NCBI Database Download Module

This module provides functionality for downloading and managing NCBI BLAST databases, specifically the core nucleotide (nt) database.

Features

  • Automatic detection of BLASTDB environment variable

  • Fallback to ~/blastdb directory if BLASTDB is not set

  • Downloads core_nt.* files from NCBI FTP server

  • Verifies MD5 checksums for data integrity

  • Automatic extraction of tar.gz files

  • Security features to prevent path traversal attacks

  • Configurable logging output

Quick Start

Basic Usage

from eplace_lib.ncbi_download import setup_ncbi_database

# Download and setup the database
success, message = setup_ncbi_database()
print(f"Success: {success}")
print(f"Message: {message}")

Check if Database Exists

from eplace_lib.ncbi_download import NCBIDownloader

downloader = NCBIDownloader()
db_dir = downloader.get_blastdb_directory()
exists = downloader.check_database_exists()

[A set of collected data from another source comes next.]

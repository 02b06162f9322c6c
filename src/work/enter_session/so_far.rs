//! What the rows of a typed session say so far.
//!
//! Comes in: the session as it stands, and what was made of it. Goes out: the middle of the cells in the last row, a slope
//! to look at, and what is still needed. The slope is a plain straight line through the rows since the last event and its
//! dead time: it shows that PO2 ebbs, and no uptake is made of it.

use crate::entry::{CellSignal, Event, Session, What};
use crate::report::session_enter_words::{Needs, Slope};
use crate::stats::ordinary;
use crate::uptake::{SessionUptake, Uptake, UptakeError, Warning, WhyNot};
use crate::work::WorkError;

/// Fewest rows for a slope, and least seconds they span (our own choice: fewer say nothing).
const FEWEST_ROWS: usize = 3;
const LEAST_S: f64 = 60.0;

/// What the rows say so far.
#[derive(Debug, Clone, PartialEq)]
pub struct SoFar<'a> {
    /// Middle of the cells in the last row of readings, bar.
    pub median_bar: Option<f64>,
    /// How fast PO2 goes since the last event.
    pub slope: Option<Slope>,
    /// What is still needed for an uptake.
    pub needs: Needs<'a>,
}

/// What a session says so far; `worked` is what was made of it up to its last reading.
pub(super) fn so_far<'a>(session: &Session, worked: Option<&'a Result<Uptake, WorkError>>) -> SoFar<'a> {
    let middles = middles(session);
    let median_bar = middles.last().map(|(_, po2)| *po2);
    SoFar { median_bar, slope: slope(session, &middles), needs: needs(session, worked) }
}

/// The session up to its last reading: what happened after it has not done anything yet.
pub(super) fn up_to_now(mut session: Session) -> Session {
    let last_s = last_reading(&session);
    session.events.retain(|event| event.at_s <= last_s);
    session
}

/// Time of the last reading in seconds; minus infinity without any.
pub(super) fn last_reading(session: &Session) -> f64 {
    let times = session.readings.time_s.iter().copied();
    times.filter(|t| t.is_finite()).fold(f64::NEG_INFINITY, f64::max)
}

pub(super) fn has_injection(session: &Session) -> bool {
    session.events.iter().any(|event| matches!(event.what, What::Injection(_)))
}

fn needs<'a>(session: &Session, worked: Option<&'a Result<Uptake, WorkError>>) -> Needs<'a> {
    if session.readings.time_s.is_empty() {
        return Needs::Readings;
    }
    if !has_injection(session) {
        return Needs::Injection;
    }
    let least_s = session.assumptions.least_usable.as_s();
    match worked {
        None => Needs::Readings,
        // The injection is there, and no reading after it yet.
        Some(Err(WorkError::Uptake { error: UptakeError::NoInjection, .. })) => {
            Needs::Time { usable_s: 0.0, needed_s: least_s, warm_up_s: 0.0 }
        }
        Some(Err(WorkError::Uptake { error, .. })) => Needs::Wrong(error.to_string()),
        Some(Err(error)) => Needs::Wrong(error.to_string()),
        Some(Ok(uptake)) => {
            let worked = uptake.places.iter().flat_map(|place| &place.sessions).next();
            match worked.map(|session| &session.answer) {
                None | Some(Ok(_)) => Needs::Nothing,
                Some(Err(WhyNot::TooShort { usable_s, needed_s })) => {
                    let warm_up_s = worked.map_or(0.0, warm_up);
                    Needs::Time { usable_s: *usable_s, needed_s: *needed_s, warm_up_s }
                }
                Some(Err(WhyNot::NoVolumeOneInjection)) => Needs::VolumeOrInjection,
                Some(Err(why)) => Needs::Other(why),
            }
        }
    }
}

/// Seconds that a scrubber not said to be warm takes away.
fn warm_up(worked: &SessionUptake) -> f64 {
    let seconds = worked.warnings.iter().filter_map(|warning| match warning {
        Warning::WarmUpLeftOut { seconds } => Some(*seconds),
        _ => None,
    });
    seconds.fold(0.0, f64::max)
}

/// Time and middle of the cells of each row, in the order of the rows.
fn middles(session: &Session) -> Vec<(f64, f64)> {
    let readings = &session.readings;
    let columns: Vec<&[f64]> = readings
        .cells
        .iter()
        .filter_map(|cell| match &cell.signal {
            CellSignal::Bar(column) => Some(column.as_slice()),
            CellSignal::Volts { .. } => None,
        })
        .collect();
    let middle = |row: usize| -> Option<f64> {
        let read = columns.iter().filter_map(|column| column.get(row)).copied();
        let mut values: Vec<f64> = read.filter(|po2| po2.is_finite()).collect();
        values.sort_unstable_by(f64::total_cmp);
        let half = values.len() / 2;
        let upper = *values.get(half)?;
        let lower = if values.len().is_multiple_of(2) { *values.get(half.checked_sub(1)?)? } else { upper };
        Some(0.5 * (lower + upper))
    };
    readings.time_s.iter().enumerate().filter_map(|(row, at_s)| Some((*at_s, middle(row)?))).collect()
}

fn slope(session: &Session, middles: &[(f64, f64)]) -> Option<Slope> {
    let last_s = last_reading(session);
    let dead_s = session.assumptions.dead_time.as_s();
    let disturbs =
        |event: &&Event| event.at_s <= last_s && !matches!(event.what, What::Exclude { .. } | What::Stop);
    let disturbed_s =
        session.events.iter().filter(disturbs).map(|event| event.at_s + dead_s).fold(0.0, f64::max);
    let is_out = |at_s: f64| {
        session.events.iter().any(|event| match event.what {
            What::Exclude { until_s } => (event.at_s..=until_s).contains(&at_s),
            What::Stop => at_s > event.at_s,
            _ => false,
        })
    };
    let (minutes, po2): (Vec<f64>, Vec<f64>) = middles
        .iter()
        .filter(|(at_s, _)| *at_s >= disturbed_s && !is_out(*at_s))
        .map(|(at_s, po2)| (at_s / 60.0, *po2))
        .unzip();
    let (first, last) = (minutes.first()?, minutes.last()?);
    if minutes.len() < FEWEST_ROWS || 60.0 * (last - first) < LEAST_S {
        return None;
    }
    let line = ordinary::polynomial(&minutes, &po2, 1).ok()?;
    let bar_per_min = *line.parameters.get(1)?;
    Some(Slope { bar_per_min, from_s: 60.0 * first, rows: minutes.len() })
}

#[cfg(test)]
mod tests {
    use super::*;
    use crate::entry::{
        Assumptions, CellPapers, CellReadings, Diluent, Id, Injection, LeakTest, LoopKept, Place, Rest,
        SessionConditions, SessionReadings,
    };

    /// Two cells that sink by 0.02 bar a minute, a row every 30 s.
    fn session(rows: usize) -> Session {
        let column = |more: f64| (0..rows).map(|row| 0.9 + more - 0.01 * row as f64).collect();
        let cell =
            |name: &str, more| CellReadings { name: name.into(), signal: CellSignal::Bar(column(more)) };
        Session {
            diver: Id::new("D-07").unwrap(),
            mass: None,
            place: Place::Couch,
            kept: LoopKept::Held,
            diluent: Diluent::Air,
            loop_volume: None,
            leak_test: LeakTest::NotDone,
            nose_clip: None,
            oxygen: None,
            taken: chrono::DateTime::parse_from_rfc3339("2026-11-20T18:05:00+11:00").unwrap(),
            readings: SessionReadings {
                time_s: (0..rows).map(|row| 30.0 * row as f64).collect(),
                cells: vec![cell("c1", 0.0), cell("c2", 0.01)],
                depth_m: None,
                loop_temperature_k: None,
            },
            line: None,
            conditions: SessionConditions::default(),
            cells: CellPapers::default(),
            rest: Rest::default(),
            assumptions: Assumptions::DEFAULT,
            events: Vec::new(),
            cylinder: None,
        }
    }

    fn at(at_s: f64, what: What) -> Event {
        Event { at_s, what }
    }

    #[test]
    fn the_slope_is_that_of_the_rows_since_the_last_event_and_its_dead_time() {
        let mut long = session(21);
        let of = |session: &Session| so_far(session, None).slope;
        let whole = of(&long).unwrap();
        // By hand: 0.01 bar in half a minute; 21 rows from 0 s on.
        assert!((whole.bar_per_min + 0.02).abs() < 1e-12 && whole.rows == 21 && whole.from_s == 0.0);
        long.events.push(at(0.0, What::Injection(Injection::Off)));
        assert_eq!(of(&long).map(|s| (s.from_s, s.rows)), Some((90.0, 18)));
        long.events.push(at(300.0, What::OxygenAdd(None)));
        assert_eq!(of(&long).map(|s| (s.from_s, s.rows)), Some((390.0, 8)));
        long.events.push(at(450.0, What::Exclude { until_s: 480.0 }));
        assert_eq!(of(&long).map(|s| s.rows), Some(6));
        // What comes after the last reading has done nothing yet.
        long.events.push(at(700.0, What::Vent(None)));
        assert_eq!(of(&long).map(|s| s.rows), Some(6));
        long.events.push(at(420.0, What::Stop));
        assert_eq!(of(&long), None, "two rows are left");
        assert_eq!(of(&session(2)), None);
    }

    #[test]
    fn the_middle_is_that_of_the_cells_that_were_read() {
        let mut three = session(1);
        assert_eq!(so_far(&three, None).median_bar, Some(0.5 * (0.9 + 0.91)));
        if let CellSignal::Bar(column) = &mut three.readings.cells[1].signal {
            column[0] = f64::NAN;
        }
        assert_eq!(so_far(&three, None).median_bar, Some(0.9));
    }

    #[test]
    fn what_is_needed_is_said_in_the_order_in_which_it_can_be_given() {
        assert_eq!(so_far(&session(0), None).needs, Needs::Readings);
        let mut begun = session(3);
        assert_eq!(so_far(&begun, None).needs, Needs::Injection);
        begun.events.push(at(90.0, What::Injection(Injection::Off)));
        assert_eq!(up_to_now(begun.clone()).events, [], "no reading is after it yet");
        let none = Err(WorkError::Uptake { session: "S0001".into(), error: UptakeError::NoInjection });
        assert_eq!(
            so_far(&begun, Some(&none)).needs,
            Needs::Time { usable_s: 0.0, needed_s: 240.0, warm_up_s: 0.0 }
        );
    }
}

print(f"BLASTDB directory: {db_dir}")
print(f"Database exists: {exists}")

Force Redownload

from eplace_lib.ncbi_download import setup_ncbi_database

# Force redownload even if database exists
success, message = setup_ncbi_database(force_download=True)

Disable Verbose Output

from eplace_lib.ncbi_download import setup_ncbi_database

# Download without progress messages
success, message = setup_ncbi_database(verbose=False)

BLASTDB Environment Variable

The module checks for the BLASTDB environment variable:

  • If set and points to a valid directory, uses that location

  • If not set or invalid, creates and uses ~/blastdb

Setting BLASTDB

# In bash
export BLASTDB=/path/to/your/blastdb

# Or in Python
import os
os.environ['BLASTDB'] = '/path/to/your/blastdb'

Advanced Usage

from eplace_lib.ncbi_download import NCBIDownloader

downloader = NCBIDownloader()

# Get database directory
db_dir = downloader.get_blastdb_directory()

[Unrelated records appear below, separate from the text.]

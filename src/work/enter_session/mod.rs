//! `session enter` and `session resume`: a couch or pool session that is typed.
//!
//! [`SessionStart`] collects what is needed before the first row, each answer checked as it is given and by the rules of a
//! session file; [`SessionDesk`] is the session itself: rows are added, corrected and struck, each committed to the book
//! before it is acknowledged, and what they say so far is worked out again by the same functions as everywhere. The
//! session begins in the book together with its first row. Left out: every terminal (that is `cli`'s), every sentence for
//! people but refusals, cells that are read in mV, and the cylinder of a topped loop, which only a file states.

mod answers;
mod start;
mod line;
mod so_far;
mod desk;

use crate::entry::SessionNumber;
use crate::quantity::QuantityError;
use crate::record::RecordError;

pub use desk::{RowAdded, SessionDesk};
pub use line::{Row, Typed, happened, read, seconds};
pub use so_far::SoFar;
pub use start::{SessionReady, SessionStart};

use super::enter::short;

/// Why an answer or a row is not taken.
#[derive(Debug, Clone, PartialEq, thiserror::Error)]
pub enum SessionEnterError {
    /// Something that a session file is refused for too.
    #[error("{0}")]
    Refused(String),
    /// No name.
    #[error("\"{text}\" is no name: {why}", text = short(.text))]
    Name {
        /// What was typed.
        text: String,
        /// Why not.
        why: String,
    },
    /// No time of day.
    #[error(
        "\"{text}\" is no time: write date, time and offset as in 2026-11-20T18:05:00+11:00",
        text = short(.0)
    )]
    Taken(String),
    /// What the session is, restated.
    #[error("the {0} stays as the session began with it: leave this one and enter another")]
    Stays(&'static str),
    /// An answer for another place.
    #[error("the {0} is asked in a pool only, and this is a couch session")]
    PoolOnly(&'static str),
    /// No time within the session.
    #[error(
        "\"{text}\" is no time: write minutes and seconds since the first reading as in 10:30, with hours as in 1:05:00, \
         or seconds",
        text = short(.0)
    )]
    Moment(String),
    /// Neither a row nor a command.
    #[error("\"{text}\" is neither a row, as in 10:00 0.88 0.87 0.89, nor a command{meant}: help lists what can be typed",
        text = short(.text))]
    Unknown {
        /// What was typed.
        text: String,
        /// The nearest command, ready to be appended.
        meant: String,
    },
    /// A time and nothing else.
    #[error(
        "a time alone is no row: write PO2 of each cell behind it, as in 10:00 0.88 0.87 0.89, or what happened"
    )]
    TimeAlone,
    /// Nothing that can happen.
    #[error(
        "\"{text}\" is nothing that is noted in a session{meant}: injection, oxygen add, diluent add, vent, make-up, \
         exclude and stop are",
        text = short(.text)
    )]
    Happening {
        /// What was typed.
        text: String,
        /// The nearest, ready to be appended.
        meant: String,
    },
    /// An injection that says nothing.
    #[error(
        "say what is injected from then on: injection off, injection 0.31 L/min (STPD), or injection 9.4 bar (IP, \
         through the line of the orifice)"
    )]
    NothingInjected,
    /// Words behind an event that has none.
    #[error("\"{text}\" stands behind {what}, which takes {takes}", text = short(.text))]
    Behind {
        /// The words.
        text: String,
        /// The event or command.
        what: &'static str,
        /// What it takes.
        takes: &'static str,
    },
    /// A command that wants the number of a row.
    #[error("{0} wants the number of a row first, as in {1}")]
    NoNumber(&'static str, &'static str),
    /// A correction without the row.
    #[error("correct wants the whole row, as in correct 3 10:00 0.88 0.87 0.89")]
    NoRow,
    /// A strike without a reason.
    #[error("strike wants the reason too, as in strike 3 read the wrong watch; it stays in the record")]
    NoReason,
    /// A PO2 that is none.
    #[error("{0}; PO2 is typed in bar, as in 0.88, and - for a cell that was not read")]
    Po2(QuantityError),
    /// A PO2 that cannot be at that place.
    #[error(
        "cell {cell} shows {shown} bar, and between 0 and {most} bar is what can be here: type the row again, with - for \
         a cell that shows nonsense"
    )]
    Impossible {
        /// The cell, counted from 1.
        cell: usize,
        /// As typed.
        shown: String,
        /// Most that can be, as text.
        most: String,
    },
    /// A row in which no cell was read.
    #[error(
        "no cell was read in this row: leave it out, or exclude the stretch, as in 12:00 exclude until 13:00"
    )]
    NoCell,
    /// Another number of cells than in the first row.
    #[error("this row has {got} cells and the first one had {cells}: write - for a cell that was not read")]
    OtherCells {
        /// In this row.
        got: usize,
        /// In the first.
        cells: usize,
    },
    /// A first reading that is not at 0:00.
    #[error(
        "every time counts from the first reading, so that is at 0:00: write it so, and the others by the same watch"
    )]
    NotAtZero,
    /// A time before the first reading.
    #[error("{0} is before the first reading, which every time counts from")]
    BeforeFirst(String),
    /// The first reading, struck.
    #[error(
        "every time counts from this reading, so it stays: correct it, or exclude what it begins, as in 0:00 exclude \
         until 0:30"
    )]
    FirstStays,
    /// An intermediate pressure and no orifice.
    #[error(
        "an IP needs the orifice's line: name one of the book first, as in orifice CMF-0417, or type the flow"
    )]
    NoLine,
    /// A row that is asked for before there is one.
    #[error("there is no row yet")]
    NoRows,
    /// A session without readings, at its end.
    #[error("there is no reading yet; `quit` leaves the session as it is")]
    NoReadings,
    /// A session without an injection, at its end.
    #[error(
        "no row says what was injected: type 0:00 injection off (or 0.31 L/min, or 9.4 bar) first, then done; `quit` leaves \
         the session open"
    )]
    NoInjection,
    /// An event outside the readings, at the end.
    #[error(
        "row {row} is at {at}, after the last reading at {last}: correct its time (correct {row} …), or type a reading \
         from after it, then done; `quit` leaves the session open"
    )]
    EventOutside {
        /// The row.
        row: usize,
        /// Its time.
        at: String,
        /// Last reading.
        last: String,
    },
    /// Anything else that cannot be worked out, at the end.
    #[error("{0}; correct it, then done; `quit` leaves the session open")]
    NotWorkedOut(String),
    /// A session that came in otherwise than row by row.
    #[error("{0} came in whole, so no row can be typed into it")]
    NotTyped(SessionNumber),
    /// Piped input that held no row.
    #[error("the input holds no row, so nothing was recorded")]
    NothingTyped,
}

/// A refusal of a file without the place, which a person who typed it knows.
fn refused(error: RecordError) -> SessionEnterError {
    SessionEnterError::Refused(match error {
        RecordError::Input { refusal, .. } => refusal.to_string(),
        other => other.to_string(),
    })
}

# Get list of available files from NCBI
files = downloader.get_available_files()

# Download a specific file
downloader.download_file('core_nt.00.tar.gz', db_dir)

# Verify MD5 checksum
downloader.verify_md5(tar_path, md5_path)

# Extract tarball
downloader.extract_tarball(tar_path, db_dir)

Security

The module includes security features to prevent path traversal attacks:

  • Filename validation in download_file()

  • Path validation before extraction in extract_tarball()

  • Safe extraction that validates all member paths

Requirements

Uses Python standard library modules only:

  • os

  • hashlib

  • tarfile

  • logging

  • pathlib

  • urllib.request

No external dependencies required.

Examples

See examples/download_ncbi_example.py for comprehensive usage examples.

Testing

Run the test suite:

pytest tests/test_ncbi_download.py -v

Note

The NCBI core_nt database is large (hundreds of GB). Ensure you have sufficient disk space and bandwidth before downloading.